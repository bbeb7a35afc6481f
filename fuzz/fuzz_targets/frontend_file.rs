//! Fuzz target: The circuit file of `plethwire frontend`.
#![no_main]

use libfuzzer_sys::fuzz_target;

fuzz_target!(|data: &[u8]| {
    plethwire_fuzz::frontend_file(data);
});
- - -
Retype the whole listing exactly.

RESULT FOR THIS TASK:
repository bbeb7a35afc6481f
filename fuzz/fuzz_targets/frontend_file.rs
//! Fuzz target: The circuit file of `plethwire frontend`.
#![no_main]

use libfuzzer_sys::fuzz_target;

fuzz_target!(|data: &[u8]| {
    plethwire_fuzz::frontend_file(data);
});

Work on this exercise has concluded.